◆ What to work on ◆
Reproduce, with no changes, the line that contains "self.verdict.is_some() && (row.unreadable.is_none()" and all the lines that come after it in the records.

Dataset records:

Start of Block

/// The coach's latest review of this content.
fn latest_review_for_hash(
    conn: &mut dyn Sql,
    path: &Path,
    hash: &str,
    coach: &str,
) -> Result<Option<i64>> {
    conn.query_opt(
        path,
        "SELECT id FROM review WHERE coach = ?2 AND content_hash = ?1 ORDER BY id DESC LIMIT 1",
        &[&hash, &coach],
        |r| r.get(0),
    )
}

/// Link the session to each coach's latest review of its content, for every coach who has
/// one and no link for this session yet (a renamed file finds its reviews; a session whose
/// content changed keeps the reviews it had). Returns how many links were made.
fn link_reviews(conn: &mut dyn Sql, path: &Path, session_id: &str, hash: &str) -> Result<u64> {
    conn.exec(
        path,
        "INSERT INTO session_review (session_id, coach, review_id)
         SELECT ?1, coach, max(id) FROM review WHERE content_hash = ?2 GROUP BY coach
         ON CONFLICT (session_id, coach) DO NOTHING",
        &[&session_id, &hash],
    )
}

struct ReviewRow {
    content_hash: String,
    verdict: Option<String>,
    verdict_at: Option<String>,
    revealed_at: Option<String>,
    work_intervals: Option<u32>,
    file_unreadable: Option<String>,
}

impl ReviewRow {
    /// The blind verdict counts toward the reveal: always for a readable file; for one that
    /// cannot be read, only when it was given while the coach was shown that problem.
    fn verdict_counts(&self, row: &SessionRow) -> bool {
        self.verdict.is_some() && (row.unreadable.is_none() || self.file_unreadable.is_some())
    }
}

fn review_row(conn: &mut dyn Sql, path: &Path, id: i64) -> Result<ReviewRow> {
    conn.query_one(
        path,
        "SELECT content_hash, verdict, verdict_at, revealed_at, work_intervals, file_unreadable
         FROM review WHERE id = ?1",
        &[&id],
        |r| {
            Ok(ReviewRow {
                content_hash: r.get(0)?,
                verdict: r.get(1)?,
                verdict_at: r.get(2)?,
                revealed_at: r.get(3)?,
                work_intervals: r.get(4)?,
                file_unreadable: r.get(5)?,
            })
        },
    )
}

End of Block

◆ Written response ◆
        self.verdict.is_some() && (row.unreadable.is_none() || self.file_unreadable.is_some())
    }
}

fn review_row(conn: &mut dyn Sql, path: &Path, id: i64) -> Result<ReviewRow> {
    conn.query_one(
        path,
        "SELECT content_hash, verdict, verdict_at, revealed_at, work_intervals, file_unreadable
         FROM review WHERE id = ?1",
        &[&id],
        |r| {
            Ok(ReviewRow {
                content_hash: r.get(0)?,
                verdict: r.get(1)?,
                verdict_at: r.get(2)?,
                revealed_at: r.get(3)?,
                work_intervals: r.get(4)?,
                file_unreadable: r.get(5)?,
            })
        },
    )
}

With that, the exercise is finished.